Trump’s European Misstep

If the international system is moving toward great-power competition, having a Europe that is more integrated, including on defense issues, and better able to withstand pressure from Russia and China ultimately serves America’s own interest.

Link Copied
By Erik Brattberg
Published on Feb 12, 2018

Source: American Interest

Considering the slew of negative things Donald Trump has uttered about Europe and NATO both prior to and since his election, the U.S. Administration’s new National Security Strategy (NSS) and National Defense Strategy (NDS) should be welcomed by its European allies and partners. Although starkly different in tone from the Obama Administration’s strategic outlook, both these documents are surprisingly “un-Trumpian” on several matters concerning European security.

The main takeaway of the NSS and NDS is that the global landscape is increasingly marked by strategic competition, especially with China and Russia. The NDS puts it plainly: “Inter-state competition, not terrorism, is now the primary concern in U.S. national security.” European capitals concerned that President Trump still harbors positive views about Russia should be thankful that the Administration now officially considers Russia a revisionist power and a challenge to American interests.

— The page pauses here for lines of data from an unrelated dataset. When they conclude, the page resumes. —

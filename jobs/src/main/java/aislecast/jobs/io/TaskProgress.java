package aislecast.jobs.io;

import java.util.concurrent.atomic.AtomicInteger;
import org.apache.spark.SparkContext;
import org.apache.spark.scheduler.SparkListener;
import org.apache.spark.scheduler.SparkListenerStageSubmitted;
import org.apache.spark.scheduler.SparkListenerTaskEnd;
import org.apache.spark.sql.SparkSession;

/**
 * Progress of a long Spark phase that is one or a few actions (scenario evaluation,
 * recommendations): Spark tasks finished of those submitted so far, drawn through {@link RunLog}
 * (a redrawn bar on a terminal, records otherwise). Counts come from a {@link SparkListener} on
 * Spark's listener thread; updates are throttled to one every {@code minSeconds} plus a last one at
 * {@link #close()}. The total grows when a later stage of the phase is submitted, so the ETA is an
 * estimate for the stages known so far.
 */
public final class TaskProgress implements AutoCloseable {
  private final SparkContext sc;
  private final RunLog log;
  private final String phase;
  private final double minSeconds;
  private final long start = System.nanoTime();
  private final AtomicInteger submitted = new AtomicInteger();
  private final AtomicInteger finished = new AtomicInteger();
  private final SparkListener listener;
  private long lastDraw;

  TaskProgress(SparkSession spark, RunLog log, String phase, double minSeconds) {
    this.sc = spark.sparkContext();
    this.log = log;
    this.phase = phase;
    this.minSeconds = minSeconds;
    this.listener = new SparkListener() {
      @Override
      public void onStageSubmitted(SparkListenerStageSubmitted e) {
        submitted.addAndGet(e.stageInfo().numTasks());
        draw(false);
      }

      @Override
      public void onTaskEnd(SparkListenerTaskEnd e) {
        if (e.taskInfo().successful()) {
          finished.incrementAndGet();
        }
        draw(false);
      }
    };
    sc.addSparkListener(listener);
  }

  /** Starts reporting the tasks of {@code phase} (updates at most every 2 seconds). */
  public static TaskProgress start(SparkSession spark, RunLog log, String phase) {
    return new TaskProgress(spark, log, phase, 2.0);
  }

  private synchronized void draw(boolean force) {
    long now = System.nanoTime();
    if (!force && (now - lastDraw) / 1e9 < minSeconds) {
      return;
    }
    lastDraw = now;
    int total = Math.max(submitted.get(), 1);
    int done = Math.min(finished.get(), total);
    double elapsed = (now - start) / 1e9;
    double eta = done == 0 ? Double.NaN : elapsed * (total - done) / done;
    log.progress(new RunLog.Progress("tasks", done, total, phase, elapsed, eta, Double.NaN,
        null));
  }

  /**
   * Marks the phase's actions as returned: every submitted task has finished, whatever the
   * listener has delivered so far (Spark's listener bus is asynchronous and may trail).
   */
  public void complete() {
    finished.set(submitted.get());
  }

  /** Stops listening and draws the final state (finishing the bar on a terminal). */
  @Override
  public void close() {
    sc.removeSparkListener(listener);
    draw(true);
    log.endBar();
  }
}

Moreover, both the NSS and NDS offer a clear endorsement of America’s traditional alliances. The NSS acknowledges the importance of allies and partners to advancing “U.S. interests and help[ing] push back against U.S. strategic competitors.” Indeed, the word “allies” is mentioned 78 times throughout the document, far more than in the 2015 Obama version. In a similar fashion, the NDS states that the U.S. “network of alliances and partnerships remain the backbone of global security.” Both documents make a case for active U.S. engagement in Europe, with the NSS noting that “a strong and free Europe is of vital importance to the United States.”

Also notable is that the NSS and the NDS offer unequivocal support for NATO and commit to upholding the alliance’s Article 5, an issue that has visibly plagued the Transatlantic relationship since Donald Trump announced his candidacy. Even the language on defense spending is somewhat milder in tone than what European leaders have been used to hearing from Trump. Both documents make clear that the U.S. “expects” European allies to fulfill their defense spending commitments, but thankfully avoid the mistake of conditioning U.S. support upon said fulfillment.

However, a subtle but important shortcoming of both strategic texts is their failure to acknowledge ongoing European efforts not only to spend more on defense but also to give the European Union a greater role in the continent’s defense affairs. While there is a long-standing tendency in Washington to approach EU defense cooperation with disinterest and skepticism, often for good reasons, the Trump Administration seems to go even further by downplaying or even ignoring the role of the European Union altogether. For example, Secretary of State Rex Tillerson’s November speech on the Administration’s policy towards Europe and Transatlantic relations barely mentioned the European Union at all. This is unfortunate. If, as the new strategic documents suggest, the international system is indeed moving toward great-power competition, having a Europe that is more integrated, including on defense issues, and better able to withstand pressure from Russia and China ultimately serves America’s own interest. The United States should therefore support the European Union to help itself.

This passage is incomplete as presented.